Montgomery, in a visit to SPLC headquarters in Montgomery, Alabama, asked SPLC President Richard Cohen "whether advocates like the FRC, or proponents of less immigration like the Federation for American Immigration Reform, or conservative legal stalwarts like the Alliance Defending Freedom, really have so much in common with neo-Nazis and the Klan that they belong in the same bucket of shame."
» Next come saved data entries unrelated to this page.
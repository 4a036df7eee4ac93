import { WaveFile } from 'wavefile';

/** Seeded uniform noise in [−0.5, 0.5): a linear congruential generator, so every run writes the same file. */
export function seededNoise(seed: number): () => number {
  let state = seed;
  return () => {
    state = (Math.imul(state, 1103515245) + 12345) >>> 0;
    return state / 2 ** 32 - 0.5;
  };
}

/**
 * A room's answer to a click, as fractions of full scale: a spike of 0.9 at `onsetSample`, then seeded noise
 * under the envelope 0.3·10^(−3t/T60) (energy falls 60 dB in T60, ISO 3382-1), over a steady background
 * 80 dB down.
 */
export function decayingBurst(spec: {
  sampleRateHz: number;
  durationS: number;
  onsetSample: number;
  t60S: number;
  noise: () => number;
}): number[] {
  const n = Math.round(spec.durationS * spec.sampleRateHz);
  const perSample = Math.pow(10, -3 / (spec.t60S * spec.sampleRateHz));
  const samples: number[] = [];
  let envelope = 0.3;
  for (let i = 0; i < n; i++) {
    let value = 1e-4 * spec.noise();
    if (i === spec.onsetSample) value += 0.9;
    if (i >= spec.onsetSample) {
      value += envelope * spec.noise();
      envelope *= perSample;
    }
    samples.push(value);
  }
  return samples;
}

/** Channels of full-scale fractions as a 24-bit PCM WAV file. */
export function pcm24Wav(channels: number[][], sampleRateHz: number): Buffer {
  const fullScale = 2 ** 23 - 1;
  const wav = new WaveFile();
  wav.fromScratch(
    channels.length,
    sampleRateHz,
    '24',
    channels.map((samples) => samples.map((v) => Math.round(v * fullScale))),
  );
  return Buffer.from(wav.toBuffer());
}
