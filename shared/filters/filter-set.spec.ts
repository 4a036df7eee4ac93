import { designFilterSet } from './filter-set';
import { catchInputError, expectWithin, referenceDb } from './test-helpers';

describe('designFilterSet', () => {
  it('designs one section per filter and the cascade response on the grid', () => {
    const set = designFilterSet({
      filters: [
        { type: 'peaking', frequencyHz: 56, gainDb: -6, q: 4.5 },
        { type: 'highShelf', frequencyHz: 8000, gainDb: -1.5 },
      ],
      response: { frequenciesHz: [56, 8000] },
    });
    expect(set.sampleRateHz).toBe(48000);
    expect(set.sections.map((s) => s.type)).toEqual(['peaking', 'highShelf']);
    set.response!.frequenciesHz.forEach((f, i) =>
      expectWithin(set.response!.magnitudeDb[i], referenceDb(set.sections, f, 48000), 1e-9, `${f} Hz`),
    );
    expect(set.warnings).toEqual([]);
    expect(set.cautions).toEqual([]);
  });

  it('warns about limits the processor cannot meet but still designs every filter', () => {
    const set = designFilterSet({
      filters: [
        { type: 'peaking', frequencyHz: 40, gainDb: 6 },
        { type: 'peaking', frequencyHz: 400, gainDb: -15 },
        { type: 'notch', frequencyHz: 60 },
      ],
      limits: { eqBandsPerChannel: 2, eqMaxBoostDb: 3, eqMaxCutDb: 12 },
    });
    expect(set.sections).toHaveLength(3);
    expect(set.warnings.map((w) => w.code)).toEqual([
      'bandLimitExceeded',
      'boostLimitExceeded',
      'cutLimitExceeded',
    ]);
    expect(set.cautions.map((c) => c.code)).toEqual(['eqBoost']);
    // The notch at 60 Hz and the cut at 400 Hz pull the wide +6 dB peak at 40 Hz down and lower in
    // frequency: the designed response boosts less than the largest band's 6 dB, below 40 Hz.
    const [, db, hz] = /EQ \+([\d.]+) dB at ([\d.]+) Hz/.exec(set.cautions[0].message) ?? [];
    expect(Number(db)).toBeGreaterThan(0);
    expect(Number(db)).toBeLessThan(6);
    expect(Number(hz)).toBeLessThan(40);
  });

  it.each([
    [
      {
        filters: [
          { type: 'notch', frequencyHz: 50 },
          { type: 'lowPass', frequencyHz: 24000 },
        ],
      },
      '/filters/1/frequencyHz',
    ],
    [
      { filters: [{ type: 'notch', frequencyHz: 50 }], response: { fromHz: 10, toHz: 25000 } },
      '/response/toHz',
    ],
    [
      { filters: [{ type: 'notch', frequencyHz: 50 }], limits: { eqBandsPerChannel: -1 } },
      '/limits/eqBandsPerChannel',
    ],
  ])('refuses %j, naming %s', (input, field) => {
    expect(catchInputError(() => designFilterSet(input as never)).field).toBe(field);
  });
});
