import { CalculationInputError, requireInRange, withFieldPrefix } from '../errors';
import type { Sos } from '../dsp/sos';
import { LIMITS } from '../limits';

export type FilterType =
  'peaking' | 'lowShelf' | 'highShelf' | 'lowPass' | 'highPass' | 'bandPass' | 'notch' | 'allPass';

export const FILTER_TYPES: readonly FilterType[] = [
  'peaking',
  'lowShelf',
  'highShelf',
  'lowPass',
  'highPass',
  'bandPass',
  'notch',
  'allPass',
];

/**
 * One filter as a person describes it. Give at most one of `q`, `bandwidthOctaves` (peaking,
 * bandPass, notch) or `shelfSlope` (shelves). Without any, Q = 1/√2 is used, or S = 1 for shelves.
 */
export interface FilterSpec {
  type: FilterType;
  /** Centre, corner or shelf-midpoint frequency in hertz. */
  frequencyHz: number;
  /** Gain in dB; required by peaking and the shelves, refused by the other types. */
  gainDb?: number;
  q?: number;
  bandwidthOctaves?: number;
  shelfSlope?: number;
}

/**
 * Ranges accepted by designBiquad (chosen to cover studio EQ and crossovers with margin), read from the
 * contract's bounds in shared/limits.ts so that the core and the API refuse the same values.
 */
export const FILTER_LIMITS = {
  frequencyMinHz: LIMITS.frequencyHz.minimum,
  gainMinDb: LIMITS['FilterSpec.gainDb'].minimum,
  gainMaxDb: LIMITS['FilterSpec.gainDb'].maximum,
  qMin: LIMITS.q.minimum,
  qMax: LIMITS.q.maximum,
  bandwidthMinOctaves: LIMITS.bandwidthOctaves.minimum,
  bandwidthMaxOctaves: LIMITS.bandwidthOctaves.maximum,
  shelfSlopeMin: LIMITS.shelfSlope.minimum,
  shelfSlopeMax: LIMITS.shelfSlope.maximum,
} as const;

const GAIN_TYPES: ReadonlySet<FilterType> = new Set(['peaking', 'lowShelf', 'highShelf']);
const BANDWIDTH_TYPES: ReadonlySet<FilterType> = new Set(['peaking', 'bandPass', 'notch']);
const SHELF_TYPES: ReadonlySet<FilterType> = new Set(['lowShelf', 'highShelf']);

/**
 * Designs one biquad section from the Audio EQ Cookbook (W3C Working Group Note, 8 June 2021, after
 * R. Bristow-Johnson), divided through by a0.
 *
 * - `A = 10^(gainDb/40)`, `w0 = 2π·frequencyHz/sampleRateHz`;
 * - `alpha = sin(w0)/(2Q)`, or from bandwidth `sin(w0)·sinh(ln2/2 · BW · w0/sin(w0))`, or from shelf
 *   slope `sin(w0)/2 · sqrt((A + 1/A)(1/S − 1) + 2)`.
 * - `bandPass` is the cookbook's constant 0 dB peak gain variant (b0 = alpha, b1 = 0, b2 = −alpha),
 *   so its gain at f0 is 0 dB whatever the Q (the same variant as the Web Audio `bandpass`).
 * - `1 − cos w0` and `1 + cos w0` are computed as `2 sin²(w0/2)` and `2 cos²(w0/2)` to keep their
 *   precision at low and near-Nyquist frequencies.
 *
 * @param spec the filter, each value within FILTER_LIMITS; frequencyHz in hertz, below sampleRateHz/2;
 *   shelfSlope S = 1 is the steepest monotonic shelf.
 * @param sampleRateHz processor sample rate in hertz (SAMPLE_RATE_MIN_HZ..SAMPLE_RATE_MAX_HZ; the API's contract checks the range,
 *   this function only that the filter lies below Nyquist).
 * @returns the normalised section, tagged with the filter type.
 * @throws CalculationInputError naming the bad field (`/frequencyHz`, `/q`, ...) relative to the spec.
 */
export function designBiquad(spec: FilterSpec, sampleRateHz: number): Sos {
  const fs = sampleRateHz;
  if (!FILTER_TYPES.includes(spec.type)) {
    throw new CalculationInputError(
      `type must be one of ${FILTER_TYPES.join(', ')}; received ${String(spec.type)}`,
      '/type',
    );
  }
  const f0 = requireInRange(
    spec.frequencyHz,
    { min: FILTER_LIMITS.frequencyMinHz, max: fs / 2, exclusiveMax: true, unit: 'Hz' },
    'frequencyHz',
    '/frequencyHz',
  );
  const gainDb = readGain(spec);
  const A = Math.pow(10, gainDb / 40);
  const w0 = (2 * Math.PI * f0) / fs;
  const sinW0 = Math.sin(w0);
  const cosW0 = Math.cos(w0);
  const oneMinusCos = 2 * Math.sin(w0 / 2) ** 2;
  const onePlusCos = 2 * Math.cos(w0 / 2) ** 2;
  const alpha = readAlpha(spec, A, w0, sinW0);

  const [b0, b1, b2, a0, a1, a2] = rawCoefficients(spec.type, { A, cosW0, oneMinusCos, onePlusCos, alpha });
  const section: Sos = {
    type: spec.type,
    b0: b0 / a0,
    b1: b1 / a0,
    b2: b2 / a0,
    a1: a1 / a0,
    a2: a2 / a0,
  };
  if (![section.b0, section.b1, section.b2, section.a1, section.a2].every(Number.isFinite)) {
    throw new CalculationInputError(
      `the filter cannot be realised at ${f0} Hz and ${fs} Hz sampling with these parameters`,
      '/frequencyHz',
    );
  }
  return section;
}

/**
 * Designs a list of filters; errors name the item, e.g. `/filters/2/q` with `pointerPrefix = '/filters'`.
 */
export function designBiquads(specs: FilterSpec[], sampleRateHz: number, pointerPrefix = '/filters'): Sos[] {
  return specs.map((spec, i) =>
    withFieldPrefix(`${pointerPrefix}/${i}`, () => designBiquad(spec, sampleRateHz)),
  );
}

function readGain(spec: FilterSpec): number {
  if (!GAIN_TYPES.has(spec.type)) {
    if (spec.gainDb !== undefined) {
      throw new CalculationInputError(
        `gainDb applies only to peaking, lowShelf and highShelf filters, not to ${spec.type}`,
        '/gainDb',
      );
    }
    return 0;
  }
  if (spec.gainDb === undefined) {
    throw new CalculationInputError(`gainDb is required for a ${spec.type} filter`, '/gainDb');
  }
  return requireInRange(
    spec.gainDb,
    { min: FILTER_LIMITS.gainMinDb, max: FILTER_LIMITS.gainMaxDb, unit: 'dB' },
    'gainDb',
    '/gainDb',
  );
}

function readAlpha(spec: FilterSpec, A: number, w0: number, sinW0: number): number {
  const given = (['q', 'bandwidthOctaves', 'shelfSlope'] as const).filter((key) => spec[key] !== undefined);
  if (given.length > 1) {
    throw new CalculationInputError(`give only one of q, bandwidthOctaves or shelfSlope`, `/${given[1]}`);
  }
  if (spec.bandwidthOctaves !== undefined) {
    if (!BANDWIDTH_TYPES.has(spec.type)) {
      throw new CalculationInputError(
        `bandwidthOctaves applies only to peaking, bandPass and notch filters, not to ${spec.type}`,
        '/bandwidthOctaves',
      );
    }
    const bw = requireInRange(
      spec.bandwidthOctaves,
      { min: FILTER_LIMITS.bandwidthMinOctaves, max: FILTER_LIMITS.bandwidthMaxOctaves, unit: 'octaves' },
      'bandwidthOctaves',
      '/bandwidthOctaves',
    );
    const alpha = sinW0 * Math.sinh(((Math.LN2 / 2) * bw * w0) / sinW0);
    // Past about 1e16, a2 = (1 − alpha)/(1 + alpha) rounds to −1: a pole on the unit circle, whose
    // response at 0 Hz is 0/0. Same cause as an infinite alpha, same answer.
    if (!Number.isFinite(alpha) || (1 - alpha) / (1 + alpha) <= -1) {
      throw new CalculationInputError(
        `bandwidthOctaves ${bw} is too wide this close to Nyquist; give a smaller bandwidth or a q`,
        '/bandwidthOctaves',
      );
    }
    return alpha;
  }
  if (spec.shelfSlope !== undefined) {
    if (!SHELF_TYPES.has(spec.type)) {
      throw new CalculationInputError(
        `shelfSlope applies only to lowShelf and highShelf filters, not to ${spec.type}`,
        '/shelfSlope',
      );
    }
    const s = requireInRange(
      spec.shelfSlope,
      { min: FILTER_LIMITS.shelfSlopeMin, max: FILTER_LIMITS.shelfSlopeMax },
      'shelfSlope',
      '/shelfSlope',
    );
    return (sinW0 / 2) * Math.sqrt((A + 1 / A) * (1 / s - 1) + 2);
  }
  if (spec.q !== undefined) {
    const q = requireInRange(spec.q, { min: FILTER_LIMITS.qMin, max: FILTER_LIMITS.qMax }, 'q', '/q');
    return sinW0 / (2 * q);
  }
  return SHELF_TYPES.has(spec.type) ? (sinW0 / 2) * Math.SQRT2 : sinW0 / (2 * Math.SQRT1_2);
}

interface Terms {
  A: number;
  cosW0: number;
  oneMinusCos: number;
  onePlusCos: number;
  alpha: number;
}

/** Cookbook table, before division by a0: [b0, b1, b2, a0, a1, a2]. */
function rawCoefficients(type: FilterType, t: Terms): [number, number, number, number, number, number] {
  const { A, cosW0, oneMinusCos, onePlusCos, alpha } = t;
  switch (type) {
    case 'lowPass':
      return [oneMinusCos / 2, oneMinusCos, oneMinusCos / 2, 1 + alpha, -2 * cosW0, 1 - alpha];
    case 'highPass':
      return [onePlusCos / 2, -onePlusCos, onePlusCos / 2, 1 + alpha, -2 * cosW0, 1 - alpha];
    case 'bandPass':
      return [alpha, 0, -alpha, 1 + alpha, -2 * cosW0, 1 - alpha];
    case 'notch':
      return [1, -2 * cosW0, 1, 1 + alpha, -2 * cosW0, 1 - alpha];
    case 'allPass':
      return [1 - alpha, -2 * cosW0, 1 + alpha, 1 + alpha, -2 * cosW0, 1 - alpha];
    case 'peaking':
      return [1 + alpha * A, -2 * cosW0, 1 - alpha * A, 1 + alpha / A, -2 * cosW0, 1 - alpha / A];
    case 'lowShelf': {
      const k = 2 * Math.sqrt(A) * alpha;
      return [
        A * (A + 1 - (A - 1) * cosW0 + k),
        2 * A * (A - 1 - (A + 1) * cosW0),
        A * (A + 1 - (A - 1) * cosW0 - k),
        A + 1 + (A - 1) * cosW0 + k,
        -2 * (A - 1 + (A + 1) * cosW0),
        A + 1 + (A - 1) * cosW0 - k,
      ];
    }
    case 'highShelf': {
      const k = 2 * Math.sqrt(A) * alpha;
      return [
        A * (A + 1 + (A - 1) * cosW0 + k),
        -2 * A * (A - 1 + (A + 1) * cosW0),
        A * (A + 1 + (A - 1) * cosW0 - k),
        A + 1 - (A - 1) * cosW0 + k,
        2 * (A - 1 - (A + 1) * cosW0),
        A + 1 - (A - 1) * cosW0 - k,
      ];
    }
  }
}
"Obviously the hate label is a blunt one," Cohen replied. "It's one of the things that gives it power, and it’s one of the things that can make it controversial. Someone might say, 'Oh, it’s without nuance.' … But we've always thought that hate in the mainstream is much more dangerous than hate outside of it. The fact that a group like the FRC or a group like FAIR can have congressional allies and can testify before congressional committees, the fact that a group like ADF can get in front of the Supreme Court — to me that makes them more dangerous, not less so. … It's the hate in the business suit that is a greater danger to our country than the hate in a Klan robe."
Expanded scope
Montgomery notes SPLC was founded in 1971 to take on legal cases related to racial injustice, poverty and the death penalty. In the early 1980s, it expanded to monitoring Klan groups, neo-Nazis and other white supremacists. In recent years, he writes, "the list has swept up an increasing number of conservative activists — mostly in the anti-LGBT, anti-immigrant and anti-Muslim categories — those conservatives have been fighting back."
He cites Mathew Staver, chairman of the Christian legal advocacy group Liberty Counsel, saying 60 organizations are interested in suing SPLC. And last year, GuideStar, a widely consulted directory of charitable organizations, removed its flags of 46 charities listed by SPLC as hate groups after pressure from critics.
Montgomery points to then-Attorney General Jeff Sessions' condemnation of SPLC for using its hate label "to bully and to intimidate" groups such as the Alliance Defending Freedom "which fight for religious freedom."
And the Post writer says SPLC "undermined its own credibility with a couple of blunders."
In 2015, it apologized for listing Ben Carson as an extremist, and this past June, the group paid $3.4 million to Muslim activist Maajid Nawaz and his Quilliam organization to settle a threatened lawsuit.
Montgomery visited the Center for Immigration Studies in Washington, which supports reduced legal immigration and tougher border security. He quotes executive director Mark Krikorian saying the center supports a policy "that admits fewer people but does a better job of welcoming and incorporating those people."
Mongomery says that among the factors that got CIS added to the SPLC hate list is "the center’s habit of circulating links to articles from arguably noxious sources in its regular email roundup."
"Providing links to immigration articles written by people who in other venues wrote things on other topics that are objectionable, and that I myself almost certainly would object to — so what?" Krikorian told Montgomery. "You've got to admire the Inspector Javert-like obsession to go through hundreds of these links and find out who the author was and then Google the author and see what he — I mean it's just, get a life, people!"